Московская резидентура каждый свой шаг согласовывала со штаб-квартирой. Фултон сообщил туда, что в записке, полученной на заправочной станции, содержался “тщательно продуманный” план встречи, но не стал излагать все детали. Послание выглядит “конспираторским, что может свидетельствовать об опыте работы в спецслужбах”, писал он. Фултон утверждал, что “очень хорошо понимает”, что обращение может быть приманкой КГБ, и что он предпочел бы выяснить точнее, чего этот человек хочет. Фултон написал, что даст знать мужчине, что заинтересован в варианте с автомобилем, но не будет сразу устраивать личную встречу. Если это и вправду ловушка, Фултон не собирался лезть в капкан.
Но при этом он был заинтригован. Записка производила впечатление достоверной. Фултон подумал, что, если пойти на контакт, возможно, мужчина в ответ выдаст больше информации. Он подъехал на машине к месту, которое упоминалось в записке, но не увидел ее автора. Затем из главного управления ЦРУ сообщили, что не хотят разрабатывать этот контакт, опасаясь, что это ловушка, и дали Фултону указание больше ничего не предпринимать{51}.
3 февраля мужчина появился снова. На этот раз он подошел к машине Фултона на соседней с посольством улице в 7 часов вечера, уже в темноте. Фултон еще сидел в автомобиле с работающим двигателем. Неподалеку находился пост милиции, но машину заслонял высокий сугроб. Мужчина заглянул в окно со стороны водителя и постучал по стеклу. Когда Фултон опустил стекло, мужчина бросил внутрь записку, повернулся и ушел. За ним никто не следовал.
В записке снова предлагались условный сигнал и встреча. Сигнал следовало подать на следующий вечер, припарковав машину на близлежащей улице. Фултон отправил в штаб-квартиру телеграмму, где отмечал, что мотивы мужчины “по-прежнему неясны”, так что он не стал реагировать.
Две недели спустя, 17 февраля, Фултон вышел из посольства около 18.45 и, подходя к машине, увидел, как из телефонной будки в тени многоквартирного дома, примерно в десяти метрах от него, выходит тот же мужчина. Фултон уже забирался в машину, когда мужчина подошел к нему.
“Чего вы хотите?” – спросил Фултон.
Тот ответил, что хочет передать еще одну записку. Он бросил в машину сложенное письмо, резко повернулся и быстро ушел. Фултон не увидел вокруг больше никого, сел в машину и спокойно поехал домой. Слежки он не заметил.

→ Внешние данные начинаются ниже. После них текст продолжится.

/**
 * The floor's fused I/O (issue 12): tiles decoded straight into a window of one buffer, the mosaic built that way,
 * outputs written as header + buffer, the files hashed from the bytes read, and the huge-pages launcher. Every check
 * compares the fused path with the plain one it replaces (readDemTile + Terrain.fromTiles, encodeGeoTiff, SHA-256
 * of the whole file), bit for bit. Fixtures: invented terrain over the open South Atlantic.
 */
import { spawnSync } from 'node:child_process';
import { createHash } from 'node:crypto';
import { mkdtempSync, readdirSync, readFileSync, rmSync, writeFileSync } from 'node:fs';
import { tmpdir } from 'node:os';
import { join, resolve } from 'node:path';
import { afterAll, describe, expect, it } from 'vitest';
import { WGS84_GEOGRAPHIC, type GridGeo } from '../worker/core/grid.ts';
import { Terrain, type PendingTile } from '../worker/core/terrain.ts';
import { decodeDemTileInto, fillVoids, openDemTile, readDemTile } from '../worker/io/geotiff-read.ts';
import { encodeGeoTiff, encodeGeoTiffParts } from '../worker/io/geotiff-write.ts';
import { readTerrainWithin } from '../worker/cli/dem-open.ts';
import {
  digestOfRead,
  localFileSystem,
  openFileChecked,
  settleDeferredDigests,
  writeFileAtomic,
  writeFileAtomicStreamed,
} from '../worker/cli/files.ts';
import { digestFile } from '../worker/cli/file-digest.ts';
import { InputError } from '../shared/errors.ts';
import { bumpyDem } from './support/bumps.ts';
import {
  CHILD_MARK,
  HUGE_COMMANDS,
  HUGE_FLOOR_BYTES,
  HUGE_TUNABLE,
  wantsHugePages,
} from '../bin/huge-pages.mjs';
import { encodeTiff, type TiffSpec } from './support/tiff-encoder.ts';

const dir = mkdtempSync(join(tmpdir(), 'airshade-fused-'));
afterAll(() => rmSync(dir, { recursive: true, force: true }));

function geographic(width: number, height: number, originX: number, originY: number, px: number): GridGeo {
  return { width, height, originX, originY, pixelX: px, pixelY: -px, crs: WGS84_GEOGRAPHIC };
}

/** Bitwise equality of two Float32Arrays (NaN equal to NaN, 0 apart from -0). */
function sameBits(a: Float32Array, b: Float32Array): boolean {
  if (a.length !== b.length) return false;
  const x = new Uint32Array(a.buffer, a.byteOffset, a.length);
  const y = new Uint32Array(b.buffer, b.byteOffset, b.length);
  for (let i = 0; i < x.length; i++) if (x[i] !== y[i]) return false;
  return true;
}

/** A PendingTile over an in-memory file, as the CLI builds one over a file descriptor. */
async function pendingOf(bytes: ArrayBuffer, name: string): Promise<PendingTile> {
  const t = await openDemTile(bytes, name);
  return { name, geo: t.geo, decodeInto: (dst, offset, stride) => decodeDemTileInto(t, dst, offset, stride) };
}

describe('decodeDemTileInto: a tile decoded into a window of a larger raster', () => {
  const w = 37;
  const h = 29;
  const values = Array.from(bumpyDem(4, w, h), (v) => Math.round(v));
  // A few voids (the nodata value) so that the window's void filling runs too.
  for (const i of [0, 1, 40, 41, 42, 300, w * h - 1]) values[i] = -32768;
  const georef = { x0: -28, y0: -40, dx: 0.01, dy: 0.01 };
  const specs: [string, Partial<TiffSpec>][] = [
    ['int16 strips', { sampleType: 'int16', layout: { kind: 'strips', rowsPerStrip: 5 } }],
    ['int16 tiles', { sampleType: 'int16', layout: { kind: 'tiles', tileWidth: 16, tileHeight: 16 } }],
    ['int16 big-endian', { sampleType: 'int16', bigEndian: true }],
    ['float32 tiles deflate', { sampleType: 'float32', compression: 'deflate', predictor: 3 }],
    ['int32 strips lzw', { sampleType: 'int32', compression: 'lzw', predictor: 2 }],
  ];
  it.each(specs)(
    '%s: the same values as readDemTile, nothing outside the window touched',
    async (_l, spec) => {
      const buf = encodeTiff({
        sampleType: 'int16',
        ...spec,
        width: w,
        height: h,
        values,
        georef,
        nodata: '-32768',
      } as TiffSpec);
      const plain = await readDemTile(buf, 'w.tif');
      expect(plain.voidsFilled).toBe(7);
      const stride = w + 11;
      const offset = 3 * stride + 5;
      const big = new Float32Array(stride * (h + 6)).fill(-1234.5);
      const decoded = await decodeDemTileInto(await openDemTile(buf, 'w.tif'), big, offset, stride);
      expect(decoded.voidsFilled).toBe(plain.voidsFilled);
      expect(decoded.warnings).toEqual(plain.warnings);
      const window = new Float32Array(w * h);
      for (let r = 0; r < h; r++)
        window.set(big.subarray(offset + r * stride, offset + r * stride + w), r * w);
      expect(sameBits(window, plain.data)).toBe(true);
      let outside = 0;
      for (let i = 0; i < big.length; i++) {
        const r = Math.floor((i - offset) / stride);
        const c = i - offset - r * stride;
        const inside = i >= offset && r < h && c >= 0 && c < w;
        if (!inside && big[i] !== -1234.5) outside++;
      }
      expect(outside).toBe(0);
    },
  );

  it('fillVoids on a window equals fillVoids on the tile alone', () => {
    const tw = 23;
    const th = 17;
    const tile = bumpyDem(5, tw, th);
    for (let i = 0; i < tile.length; i += 7) tile[i] = NaN;
    for (let c = 3; c < 12; c++) tile[8 * tw + c] = NaN;
    const stride = tw + 4;
    const offset = 2 * stride + 3;
    const big = new Float32Array(stride * (th + 4)).fill(NaN);
    for (let r = 0; r < th; r++) big.set(tile.subarray(r * tw, (r + 1) * tw), offset + r * stride);
    const alone = tile.slice();
    expect(fillVoids(big, tw, th, offset, stride)).toBe(fillVoids(alone, tw, th));
    const back = new Float32Array(tw * th);
    for (let r = 0; r < th; r++)
      back.set(big.subarray(offset + r * stride, offset + r * stride + tw), r * tw);
    expect(sameBits(back, alone)).toBe(true);
  });
});

describe('Terrain.fromPendingTiles: the same mosaic as Terrain.fromTiles', () => {
  const px = 1 / 120;
  const tif = (geo: GridGeo, seed: number, voids = false): ArrayBuffer => {
    const data = bumpyDem(seed, geo.width, geo.height);
    if (voids) for (let i = 5; i < data.length; i += 97) data[i] = NaN;
    return encodeGeoTiff({ geo, data, nodata: NaN });
  };
  const cases: [string, ArrayBuffer[]][] = [
    ['one tile with voids', [tif(geographic(60, 50, -30, -40, px), 1, true)]],
    [
      'two aligned tiles, the second overlapping and below-left',
      [tif(geographic(60, 50, -30, -40, px), 2), tif(geographic(40, 40, -30.2, -40.3, px), 3, true)],
    ],
    [
      'a second tile on another lattice (resampled)',
      [tif(geographic(60, 50, -30, -40, px), 4), tif(geographic(30, 30, -29.6, -40.35, px * 1.37), 5)],
    ],
    [
      'tiles either side of the antimeridian',
      [tif(geographic(40, 40, 179.8, -40, px), 6), tif(geographic(40, 40, -180, -40, px), 7)],
    ],
  ];
  it.each(cases)('%s', async (_l, files) => {
    for (const shared of [false, true]) {
      const plain = Terrain.fromTiles(await Promise.all(files.map((b, i) => readDemTile(b, `t${i}.tif`))), {
        shared,
      });
      const fused = await Terrain.fromPendingTiles(
        await Promise.all(files.map((b, i) => pendingOf(b, `t${i}.tif`))),
        { shared },
      );
      expect(fused.geo).toEqual(plain.geo);
      expect(fused.warnings).toEqual(plain.warnings);
      expect(fused.sources).toEqual(plain.sources);
      expect(sameBits(fused.data, plain.data)).toBe(true);
      expect(fused.data.buffer instanceof SharedArrayBuffer).toBe(shared);
    }
  });
});

describe('voids of Float32 metres found in place, by their bits', () => {
  // The in-place test (uncompressed little-endian Float32 strips) against the conversion every other layout takes
  // (deflate: geotiff.js decodes, then each value is compared as a number): the same voids, the same filled tile.
  // 63 × 3 samples a strip: the in-place pass's groups of four end with a sample of its own in every strip.
  const w = 63;
  const h = 48;
  const f = (x: number) => Math.fround(x);
  const below = (x: number) => {
    const b = new Float32Array([x]);
    new Int32Array(b.buffer)[0]--;
    return b[0];
  };
  const specials = [
    NaN,
    Infinity,
    -Infinity,
    f(1e30),
    -f(1e30),
    below(f(1e30)),
    -below(f(1e30)),
    -3.4028234663852886e38,
    0,
    -0,
    -9999,
    -9999.5,
    -32768,
    f(0.1),
    1e-45,
  ];
  it.each([
    ['none', undefined],
    ['-9999', -9999],
    ['0', 0],
    ['-32768', -32768],
    ['0.1', f(0.1)],
    ['nan', NaN],
  ])('nodata %s', async (label, nodata) => {
    const values = Array.from(bumpyDem(5, w, h), (v) => v);
    for (let i = 0; i < values.length; i += 7) values[i] = specials[(i / 7) % specials.length];
    // And the last sample of every strip, which no group of four holds.
    for (let k = 0, i = 3 * w - 1; i < values.length; k++, i += 3 * w)
      values[i] = specials[k % specials.length];
    const spec = {
      width: w,
      height: h,
      values,
      sampleType: 'float32' as const,
      layout: { kind: 'strips' as const, rowsPerStrip: 3 },
      georef: { x0: -27, y0: -41, dx: 0.01, dy: 0.01 },
      ...(nodata === undefined ? {} : { nodata: String(nodata) }),
    };
    const inPlace = await readDemTile(encodeTiff(spec), `a-${label}.tif`);
    const converted = await readDemTile(
      encodeTiff({ ...spec, compression: 'deflate', predictor: 3 }),
      `a-${label}.tif`,
    );
    expect(inPlace.voidsFilled).toBeGreaterThan(0);
    expect(inPlace.voidsFilled).toBe(converted.voidsFilled);
    expect(sameBits(inPlace.data, converted.data)).toBe(true);
  });
});

describe('outputs as header + buffer; inputs hashed from the bytes read', () => {
  const geo = geographic(300, 200, -25, -41, 1 / 240);
  const data = bumpyDem(9, geo.width, geo.height);
  data[17] = NaN;

  it('encodeGeoTiffParts: header + the raster’s own bytes, the same file as encodeGeoTiff', () => {
    const r = { geo, data, nodata: NaN, description: 'test raster' };
    const [header, pixels] = encodeGeoTiffParts(r);
    expect(pixels.buffer).toBe(data.buffer); // a view, not a copy
    const whole = new Uint8Array(encodeGeoTiff(r));
    expect(Buffer.compare(Buffer.concat([header, pixels]), whole)).toBe(0);
    const path = join(dir, 'parts.tif');
    writeFileAtomic(path, [header, pixels]);
    expect(Buffer.compare(readFileSync(path), whole)).toBe(0);
  });

  it('streamed (flushed as it goes): the same bytes, across parts and flush boundaries, no temporary file left', async () => {
    const shared = new Float32Array(new SharedArrayBuffer(data.byteLength));
    shared.set(data);
    const parts = encodeGeoTiffParts({ geo, data: shared, nodata: NaN });
    const whole = new Uint8Array(encodeGeoTiff({ geo, data, nodata: NaN }));
    const sub = join(dir, 'streamed');
    const path = join(sub, 'floor.tif');
    // A flush every 1000 bytes: many flushes, one across the header's end, and a short tail.
    await writeFileAtomicStreamed(path, parts, 'floor.tif', 1000);
    expect(Buffer.compare(readFileSync(path), whole)).toBe(0);
    // Written again over itself: replaced whole; only the output is in its folder.
    await writeFileAtomicStreamed(path, parts, 'floor.tif', 7777);
    expect(Buffer.compare(readFileSync(path), whole)).toBe(0);
    expect(readdirSync(sub)).toEqual(['floor.tif']);
    // Into a folder that is a file: refused naming the output, and nothing left behind.
    const blocked = join(sub, 'floor.tif', 'x.tif');
    await expect(writeFileAtomicStreamed(blocked, parts, '--out x.tif', 1000)).rejects.toThrow(/--out x.tif/);
    expect(() => writeFileAtomic(blocked, parts, '--out x.tif')).toThrow(/--out x.tif/);
    expect(readdirSync(sub)).toEqual(['floor.tif']);
  });

  it('a raster on a SharedArrayBuffer is written from that buffer', () => {
    const shared = new Float32Array(new SharedArrayBuffer(data.byteLength));
    shared.set(data);
    const path = join(dir, 'shared.tif');
    writeFileAtomic(path, encodeGeoTiffParts({ geo, data: shared, nodata: NaN }));
    expect(
      Buffer.compare(readFileSync(path), new Uint8Array(encodeGeoTiff({ geo, data, nodata: NaN }))),
    ).toBe(0);
  });

  it.each([
    ['uncompressed (read block by block)', { compression: 'none' as const }],
    ['deflate (read whole)', { compression: 'deflate' as const, predictor: 2 as const }],
  ])('the terrain file is hashed from the very bytes read: %s', async (_l, spec) => {
    const values = Array.from(bumpyDem(11, 90, 70), (v) => Math.round(v));
    const bytes = encodeTiff({
      width: 90,
      height: 70,
      values,
      sampleType: 'int16',
      layout: { kind: 'strips', rowsPerStrip: 3 },
      georef: { x0: -26, y0: -39, dx: 0.01, dy: 0.01 },
      ...spec,
    });
    const path = join(dir, `hash-${spec.compression}.tif`);
    writeFileSync(path, new Uint8Array(bytes));
    const { terrain } = await readTerrainWithin([path], 2 ** 30);
    expect(digestOfRead(path)).toBe(createHash('sha256').update(new Uint8Array(bytes)).digest('hex'));
    expect(Array.from(terrain.data)).toEqual(values);
  });
});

Открыв письмо, Фултон обнаружил четыре страницы, написанные от руки. Следующим утром он отправил в штаб-квартиру примерный перевод. Мужчина писал, что понял, почему его неоднократные просьбы проигнорировали. “Мои действия, возможно, вызвали подозрения”, – отмечал он, подчеркивая, что очень хорошо понимает: ЦРУ страшится попасть в западню КГБ. Но, добавлял мужчина, если бы он хотел этого добиться, он бы это уже сделал. Но не таковы его намерения и не таков его метод. “Я инженер и не специалист в секретных делах”, – писал он, обещая предоставить больше информации о себе, чтобы развеять подозрения, но призвал ЦРУ обращаться с его следующим посланием очень осторожно. “Я работаю на закрытом предприятии”, – говорил он, что означало секретное советское учреждение, вероятно, имеющее отношение к оборонным или военным разработкам. Чтобы передать записки, писал мужчина, он был вынужден многие часы ждать в разных местах, чтобы уловить нужный момент; это было напряженное и отнимающее много времени бдение. Он призвал ЦРУ упростить дело и встретиться с ним для получения новой записки в следующую пятницу.